Imputed cost, also referred to as opportunity cost, is a concept based on an economic theory, which basically states that to obtain anything one must give up something in return. For example, to get a full-time four year college education, one may need to forgo the opportunity of working full time and earning $20,000 US Dollars (USD) per year in that period. The $20,000 USD is the imputed cost. Among other concepts, the imputed cost concept is essential when computing economic profit. This is derived by taking the net accounting profit or loss and deducting the imputed cost.

The theory behind imputed cost is that of trade-off. In essence, the trade-off theory states that virtually everything comes with some type of price tag. For example, to create and maximize wealth, some firms may engage in activities that harm the environment. To combat this, governments may implement environmental protection laws, which may curtail pollution, and in turn humans may greatly benefit from a less polluted environment. The imputed cost associated with this, however, may be the increase in cost of production for the firms, which may result in less profits and less job creation, among other results.

Accounting profit is different from economic profit.
Accounting profit is different from economic profit.

As one of the various concepts of economics, imputed cost is associated with many other concepts and practices in economics and business. These include concepts like cost-benefit analysis, economic profit, and hobby loss. Cost-benefit analysis, in essence, is the act of making business decisions after considering all viable options and weighing all the direct and indirect pros and cons. Generally, after conducting such an analysis a firm will choose the option that serves its purpose the most.
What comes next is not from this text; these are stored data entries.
"""The keys, read from the bindings: one list for the help screen and the command palette.

Each row is one action of a ``BINDINGS`` list (the app's, a screen's, a section's or a
table's inside it), with every key bound to it and the binding's description, so the
key shown in the help, the palette and the footer is the key that works. A few help
rows describe keys of Textual's own widgets (arrows, typing); they are marked
``where=None`` and are not palette commands.
"""

from __future__ import annotations

from collections.abc import Callable, Iterable, Iterator
from dataclasses import dataclass
from typing import TYPE_CHECKING, NamedTuple

from textual.app import App, SystemCommand
from textual.binding import Binding

if TYPE_CHECKING:
    from textual.screen import Screen

#: Actions not offered in the palette: the palette itself.
NOT_IN_PALETTE = {"command_palette"}


@dataclass(frozen=True)
class KeyRow:
    """One action and its keys as the user reads them (``"x, delete"``)."""

    keys: str
    description: str
    action: str
    tooltip: str = ""
    where: str | None = None  # "app", "screen", a section id, or None (help only)
    owner: type | None = None  # the class whose BINDINGS hold it


class KeyGroup(NamedTuple):
    title: str
    rows: list[KeyRow]


def own_bindings(cls: type) -> list[Binding]:
    """The bindings a class declares itself (not those it inherits)."""
    return [b for b in cls.__dict__.get("BINDINGS", ()) if isinstance(b, Binding)]


def key_text(app: App, key: str) -> str:
    """``"x,delete"`` as the footer shows it: ``"x, delete"``."""
    return ", ".join(app.get_key_display(Binding(k.strip(), "")) for k in key.split(","))


def key_rows(
    app: App, bindings: Iterable[Binding], where: str | None = None, owner: type | None = None
) -> list[KeyRow]:
    """One row per action that has a description; the keys of all its bindings together."""
    order: list[str] = []
    keys: dict[str, list[str]] = {}
    first: dict[str, Binding] = {}
    for b in bindings:
        if not b.description:
            continue
        if b.action not in first:
            order.append(b.action)
            first[b.action] = b
            keys[b.action] = []
        for k in b.key.split(","):
            if k.strip() not in keys[b.action]:
                keys[b.action].append(k.strip())
    return [
        KeyRow(
            key_text(app, ",".join(keys[a])),
            first[a].description,
            a,
            first[a].tooltip,
            where,
            owner,
        )
        for a in order
    ]


def section_groups(app: App) -> list[KeyGroup]:
    """The keys of each section and of the tables in it (``Section.KEY_WIDGETS``)."""
    from offgrid.tui.screens.work import section_class
    from offgrid.tui.widgets.bars import SECTIONS

    groups = []
    for n, (sid, title, _what) in enumerate(SECTIONS, start=1):
        cls = section_class(sid)
        rows = key_rows(app, own_bindings(cls), sid, cls)
        tail: list[KeyGroup] = []
        for widget in cls.KEY_WIDGETS:
            more = key_rows(app, own_bindings(widget), sid, widget)
            part = getattr(widget, "KEY_GROUP", "")
            if part:
                tail.append(KeyGroup(f"{n} {title}, {part}", more))
            else:
                rows = rows + more
        groups.append(KeyGroup(f"{n} {title}", rows))
        groups.extend(tail)
    return groups


def help_only(*rows: tuple[str, str]) -> list[KeyRow]:
    return [KeyRow(keys, what, "") for keys, what in rows]


def key_groups(app: App, screen: Screen | None) -> list[KeyGroup]:
    """Every key: the app's, then the work screen's and each section's (on the work
    screen), or the start or plan screen's, then the dialogs'."""
    from offgrid.tui.screens.dialogs import Dialog
    from offgrid.tui.screens.start import StartScreen
    from offgrid.tui.screens.work import WorkScreen
    from offgrid.tui.widgets.editbar import EditBar
    from offgrid.tui.widgets.fieldtable import FieldTable

    groups = [KeyGroup("Everywhere", key_rows(app, own_bindings(type(app)), "app", type(app)))]
    work_rows = key_rows(app, own_bindings(WorkScreen), "screen", WorkScreen)
    going = [r for r in work_rows if r.action.startswith(("go(", "next_section("))]
    groups[0].rows.extend(r for r in work_rows if r not in going)
    groups.append(
        KeyGroup(
            "Moving around",
            going
            + help_only(
                ("up, down, left, right", "Move the cursor"),
                ("pageup, pagedown", "Move a page"),
                ("tab, shift+tab", "Next / previous table"),
            ),
        )
    )
    groups.append(
        KeyGroup(
            "Editing a value",
            key_rows(app, own_bindings(FieldTable))
            + key_rows(app, own_bindings(EditBar))
            + help_only(
                ("any key", "Typing replaces the old value (it opens selected)"),
                ("left, right, home, end", "Keep the old value to change part of it"),
            ),
        )
    )
    groups.extend(section_groups(app))
    start_where = "screen" if isinstance(screen, StartScreen) else None
    groups.append(
        KeyGroup("Start screen", key_rows(app, own_bindings(StartScreen), start_where, StartScreen))
    )
    try:
        from offgrid.tui.screens.plan import PlanScreen
    except ImportError:
        pass
    else:
        plan_where = "screen" if isinstance(screen, PlanScreen) else None
        groups.append(
            KeyGroup(
                "Community plan (P)",
                key_rows(app, own_bindings(PlanScreen), plan_where, PlanScreen),
            )
        )
    groups.append(KeyGroup("Dialogs", key_rows(app, own_bindings(Dialog))))
    from offgrid.tui.screens.forms import FormDialog, GeneratorForm, WaterForm

    for title, form in (("Water supply form", WaterForm), ("Generator form", GeneratorForm)):
        rows = key_rows(app, own_bindings(form) + own_bindings(FormDialog))
        groups.append(KeyGroup(title, rows))
    if not isinstance(screen, WorkScreen):  # the section keys work on the work screen only
        groups = [
            KeyGroup(g.title, [r if r.where in ("app", "screen") else _help(r) for r in g.rows])
            for g in groups
        ]
    return groups


def _help(row: KeyRow) -> KeyRow:
    return KeyRow(row.keys, row.description, row.action, row.tooltip)


def palette_help(row: KeyRow) -> str:
    """What the palette shows under a command's title: its key, then what it does."""
    return f"key {row.keys}" + (f" \u00b7 {row.tooltip}" if row.tooltip else "")


def palette_title(group: KeyGroup, row: KeyRow) -> str:
    if row.where in ("app", "screen"):
        return row.description
    return f"{row.description} ({group.title})"


def binding_commands(app: App, screen: Screen) -> Iterator[SystemCommand]:
    """A palette command for every key row that works on ``screen``."""
    for group in key_groups(app, screen):
        for row in group.rows:
            if row.where is None or row.action in NOT_IN_PALETTE:
                continue
            yield SystemCommand(
                palette_title(group, row), palette_help(row), _runner(app, screen, row)
            )


def _runner(app: App, screen: Screen, row: KeyRow) -> Callable[[], None]:
    """Run the row's action where its binding lives (going to its section first)."""

    def run() -> None:
        if row.where == "app":
            app.call_next(app.run_action, row.action)
            return
        if row.where == "screen":
            app.call_next(screen.run_action, row.action)
            return
        from offgrid.tui.screens.work import WorkScreen

        if not isinstance(screen, WorkScreen) or row.owner is None or row.where is None:
            return
        screen.action_goto(row.where)
        section = screen.current
        owner = row.owner
        target = section if isinstance(section, owner) else section.query(owner).first()
        app.call_next(target.run_action, row.action)

    return run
Economic profit is different from accounting profit, because in its calculation it considers both explicit and implicit costs, whereas accounting profit is only concerned with the tangible or explicit costs. To illustrate, for example, consider a firm that buys a machine whose main purpose is to produce specific items. Suppose the firm rents the machine, which brings in an annual net income of $20,000 USD. On the other hand, however, if the firm had gone with the alternative, that of producing the items and selling them itself, it would have made a net income of $25,000 USD. In such a scenario, the firm's economic loss would be $5,000 USD, and so the firm would have earned no economic profit.
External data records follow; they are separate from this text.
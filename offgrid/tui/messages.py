"""What the parts of the text UI tell each other: Textual messages, handled up the tree.

A section or widget does not call the work screen or the app: it sends one of these
and the work screen (edits, why, reveal) or the app (files, new, plan) handles it in
an ``on_...`` method. :func:`send` delivers a message at once, up the sender's
ancestors to the app, as Textual's bubbling would, but before the next key is read:
the key that opens a dialog must have opened it when the following keys arrive
(``offgrid.tui.keys`` says why).
"""

from __future__ import annotations

from pathlib import Path

from textual.message import Message
from textual.message_pump import MessagePump

from offgrid.tui.keys import deliver_now


def send(sender: MessagePump, message: Message) -> None:
    """Run ``message``'s handlers on ``sender``, then its parents up to the app, now
    (:func:`offgrid.tui.keys.deliver_now` up to the app). Delivery stops where a handler
    calls ``message.stop()``."""
    deliver_now(sender, message, to_app=True)


# ---------------------------------------------------------------- sections -> work screen
class Edited(Message):
    """An edit was applied to the session: recompute, redraw, keep a recovery copy.

    ``note`` says what changed; it is shown only with ``tell`` (the headline already
    shows the effect of an ordinary edit).
    """

    def __init__(self, note: str | None = None, tell: bool = False) -> None:
        super().__init__()
        self.note = note
        self.tell = tell


class WhyAsked(Message):
    """Explain the figure under the cursor of the current section."""


class RevealAsked(Message):
    """Go to the section and field (or figure) that ``path`` names."""

    def __init__(self, path: str) -> None:
        super().__init__()
        self.path = path


# ---------------------------------------------------------------- work screen -> app
class ProjectChanged(Message):
    """The project on screen changed: the app hands a recovery copy to its writer.

    ``text`` is the project as it would be saved, when the sender has made it already
    (one serialisation an edit, shared with the file bar); None: the app makes it.
    """

    def __init__(self, text: str | None = None) -> None:
        super().__init__()
        self.text = text


class SaveAsked(Message):
    """Save the project (``ask``: ask for a file name first, 'save as')."""

    def __init__(self, ask: bool = False) -> None:
        super().__init__()
        self.ask = ask


class OpenAsked(Message):
    """Ask for a project file and open it."""


class RevertAsked(Message):
    """Throw away the unsaved changes (after asking)."""


class ExportAsked(Message):
    """Ask for a file and write the design report (``what='report'``) or the parts list."""

    def __init__(self, what: str) -> None:
        super().__init__()
        self.what = what


class StartAsked(Message):
    """Back to the start screen (after asking about unsaved changes)."""


# ---------------------------------------------------------------- start screen -> app
class OpenPathAsked(Message):
    """Open the project file at ``path``."""

    def __init__(self, path: Path) -> None:
        super().__init__()
        self.path = path


class ScenarioAsked(Message):
    """A new unsaved project from the demonstration load list at ``path`` (CSV)."""

    def __init__(self, path: Path) -> None:
        super().__init__()
        self.path = path


class BlankAsked(Message):
    """A new blank project."""


class DemoAsked(Message):
    """A new copy of the demonstration project."""


class PlanAsked(Message):
    """The community planning screen."""
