@dataclass(frozen=True)
class Field:
    path: str
    label: str
    kind: str = "float"  # text, float, int, choice, months; auto_* allow None (automatic)
    unit: str = ""
    hint: str = ""
    choices: tuple[tuple[Any, str], ...] = ()
    reason: str | None = None  # engine figure explaining the (automatic) value
    auto: Callable[[SystemDesign], str] | None = None  # what "automatic" came to
    auto_text: str = "automatic"
    group_form: str | None = None  # edit together with the other fields of this group

    @property
    def allows_auto(self) -> bool:
        return self.kind.startswith("auto_")

    @property
    def base_kind(self) -> str:
        return self.kind.removeprefix("auto_")

    def help(self) -> str:
        return self.hint or HINTS.get(self.path, "")

    # ------------------------------------------------------------------ showing
    def show(self, value: Any, design: SystemDesign | None = None) -> str:
        if value is None:
            text = self.auto_text
            if self.auto is not None and design is not None:
                text += f" \u2192 {self.auto(design)}"
            return text
        if self.base_kind == "choice":
            for v, label in self.choices:
                if v == value:
                    return label
            return str(value)
        if self.base_kind == "text":
            return str(value)
        if self.base_kind == "months" and isinstance(value, list | tuple):
            from offgrid.climate.sky import describe_albedo

            return describe_albedo(list(value))
        text = f"{value:g}" if isinstance(value, float) else str(value)
        return f"{text} {self.unit}".strip()

    def edit_text(self, value: Any) -> str:
        """What the editor starts with."""
        if value is None:
            return "auto"
        if self.base_kind == "text":
            return str(value)
        if isinstance(value, list | tuple):
            return " ".join(f"{v:g}" for v in value)
        if isinstance(value, float):
            return f"{value:g}"
        return str(value)

    # ------------------------------------------------------------------ reading
    def parse(self, text: str) -> Any:
        """The value typed, or ValueError with a message that says what to type."""
        raw = text.strip()
        if self.base_kind == "text":
            return text
        if self.allows_auto and raw.lower() in AUTO_WORDS:
            return None
        if self.base_kind == "choice":
            for v, label in self.choices:
                if raw.lower() in (str(v).lower(), label.lower()):
                    return v
            names = ", ".join(str(v) for v, _ in self.choices)
            raise ValueError(f"'{raw}' is not one of: {names}")
        if self.base_kind == "months":
            return parse_one_or_twelve(raw, self.help())
        if self.path in ANGLE_AXES:
            return parse_angle(raw, ANGLE_AXES[self.path])
        number = parse_number(raw, self.unit, self.help(), fraction=self.path in FRACTIONS)
        if self.base_kind == "int":
            if number != int(number):
                raise ValueError(f"'{raw}' must be a whole number")
            return int(number)
        return number


def parse_number(raw: str, unit: str = "", hint: str = "", fraction: bool = False) -> float:
    """A number typed by a person: ``12``, ``0,5`` (decimal comma), ``300 W``, ``50 %``.

    The number itself is read by :func:`offgrid.numbers.read_number`, the reader of every
    input.  A percentage given for a fraction field (unit '') is divided by 100; for a
    ``fraction`` field (0-1) a plain number above 1 and at most 100 is read as a
    percentage too ("60" -> 0.6), since no fraction can be above 1.
    """
    text = raw.strip().replace("\u2212", "-")
    percent = text.endswith("%")
    if percent:
        text = text[:-1].strip()
    if unit and text.lower().endswith(unit.lower()):
        text = text[: -len(unit)].strip()
    try:
        value = read_number(text)
    except NumberError as exc:
        tail = f"; {hint}" if hint else ""
        raise ValueError(f"{exc}{tail}") from None
    if (percent and unit in ("", "fraction")) or (fraction and 1 < value <= 100):
        value /= 100.0
    return value


def parse_one_or_twelve(raw: str, hint: str = "") -> float | list[float]:
    """One number for the year, or twelve January first, separated by spaces or ``;``
    (``0.7 0.7 0.4 ...``); commas separate too when there are twelve of them."""
    parts = raw.replace(";", " ").split()
    if len(parts) == 1 and parts[0].count(",") == 11:
        parts = parts[0].split(",")
    if len(parts) == 1:
        return parse_number(parts[0], "", hint)
    if len(parts) != 12:
        raise ValueError(
            f"{len(parts)} values: give one for the year or twelve, January "
            "first, separated by spaces"
        )
    return [parse_number(p.rstrip(","), "", hint) for p in parts]


ANGLE_AXES = {"site.latitude_deg": "latitude", "site.longitude_deg": "longitude"}
_HEMISPHERES = {"latitude": {"n": 1, "s": -1}, "longitude": {"e": 1, "w": -1, "o": -1}}
_ANGLE = re.compile(
    r"^\s*(?P<sign>[-+])?\s*(?P<deg>\d+(?:[.,]\d+)?)\s*(?:\u00b0|deg|d|\s)?\s*"
    r"(?:(?P<min>\d+(?:[.,]\d+)?)\s*(?:'|\u2032|m|\s)?\s*)?"
    r"(?:(?P<sec>\d+(?:[.,]\d+)?)\s*(?:\"|\u2033|''|s)?\s*)?"
    r"(?P<hemi>[A-Za-z])?\s*$"
)


def parse_angle(raw: str, axis: str) -> float:
    """Latitude or longitude typed by a person, in decimal degrees (north and east positive).

    Reads ``-12.4``, ``12.4 S``, ``12 24 S``, ``12\u00b024' S``, ``12\u00b024'36" S``;
    longitude takes E or W. Anything else: ValueError with the forms to type.
    """
    limit = 90.0 if axis == "latitude" else 180.0
    letters = "N or S" if axis == "latitude" else "E or W"
    example = "12.4 S or 12\u00b024' S" if axis == "latitude" else "1.5 W or 1\u00b030' W"
    bad = ValueError(
        f"'{raw.strip()}' is not a {axis}: type decimal degrees (-12.4) or "
        f"degrees, minutes and {letters} ({example})"
    )
    m = _ANGLE.match(raw.replace("\u2212", "-").replace("\u00ba", "\u00b0"))
    if not m:
        raise bad
    hemi = (m["hemi"] or "").lower()
    if hemi and hemi not in _HEMISPHERES[axis]:
        raise bad
    if hemi and m["sign"] == "-":
        raise ValueError(f"'{raw.strip()}': give either a minus sign or {letters}, not both")

    def num(x: str | None) -> float:
        return float(x.replace(",", ".")) if x else 0.0

    deg, minutes, seconds = num(m["deg"]), num(m["min"]), num(m["sec"])
    if minutes >= 60 or seconds >= 60 or ((m["min"] or m["sec"]) and deg != int(deg)):
        raise bad
    value = deg + minutes / 60.0 + seconds / 3600.0
    if value > limit:
        raise ValueError(f"'{raw.strip()}': a {axis} is at most {limit:g} degrees")
    sign = -1.0 if m["sign"] == "-" else float(_HEMISPHERES[axis].get(hemi, 1))
    return round(sign * value, 6)


def _fmt(value: float, unit: str, digits: int = 0) -> str:
    return f"{value:.{digits}f} {unit}".strip()


# ----------------------------------------------------------------------------- the forms

PROJECT_FIELDS: tuple[Field | str, ...] = (
    "Project",
    Field("info.name", "Project name", "text", hint="what the file is about"),
    Field("info.client", "Client", "text", hint="who the system is for"),
    Field("info.designer", "Designer", "text", hint="who sized it"),
    Field("info.notes", "Notes", "text", hint="anything worth keeping with the design"),
    "Site",
    Field("site.name", "Site name", "text", hint="village, building or plot"),
    Field(
        "site.latitude_deg",
        "Latitude",
        unit="deg",
        hint="12.4 S, 12\u00b024' S or -12.4 (north positive)",
    ),
    Field(
        "site.longitude_deg",
        "Longitude",
        unit="deg",
        hint="1.5 W, 1\u00b030' W or -1.5 (east positive)",
    ),
    Field("site.elevation_m", "Elevation", unit="m"),
    Field(
        "site.tilt_deg",
        "Array tilt",
        "auto_float",
        unit="deg",
        reason="site.tilt_deg",
        auto=lambda d: _fmt(d.site.tilt_deg, "deg"),
        hint="degrees from horizontal; 'auto' = |latitude|, at least the minimum tilt",
    ),
    Field(
        "site.azimuth_deg",
        "Array azimuth",
        "auto_float",
        unit="deg",
        reason="site.azimuth_deg",
        auto=lambda d: _fmt(d.site.azimuth_deg, "deg"),
        hint="degrees clockwise from north (180 = south); 'auto' faces the equator",
    ),
    Field(
        "site.albedo",
        "Ground albedo",
        "auto_months",
        auto_text="climate's, else 0.2",
        reason="site.poa_kwh_m2_day",
        hint="ground reflectance 0-1: one value, or twelve January first for snow months "
        "(0.2 grass or soil, fresh snow about 0.7-0.8); 'auto' = the climate's, else 0.2",
    ),
    Field(
        "site.battery_temp_c",
        "Battery room temp.",
        "auto_float",
        unit="C",
        auto_text="coldest monthly mean",
        hint="mean temperature where the battery stands; 'auto' = coldest monthly mean",
    ),
    Field(
        "site.battery_warm_temp_c",
        "Battery room, warm",
        "auto_float",
        unit="C",
        reason="battery.ageing_temp_c",
        auto_text="monthly means",
        hint="mean temperature of the battery room in the warm months, for ageing; 'auto' = "
        "each month's mean air temperature",
    ),
)

CONTROLLER_TYPES = (
    ("mppt", "MPPT (tracks the maximum power point)"),
    ("pwm", "PWM (array pulled to battery voltage)"),
)
CHEMISTRY_CHOICES = (
    ("flooded", "flooded lead-acid"),
    ("agm", "AGM lead-acid"),
    ("gel", "gel lead-acid"),
    ("lifepo4", "lithium iron phosphate"),
)
VOLTAGE_CHOICES = (("auto", "automatic"), (12, "12 V"), (24, "24 V"), (48, "48 V"))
Most often, people engage in activities from which they derive personal enjoyment. If these activities do not produce an income on a regular basis, then they are considered hobbies. Any loss produced while engaged in these activities is referred to as a hobby loss and cannot be claimed when filing tax returns. Theoretically, hobby losses are compounded on by imputed costs. That is, for example, an individual may incur a loss through a hobby, whereas that pastime would have been spent earning employment wages in the first place.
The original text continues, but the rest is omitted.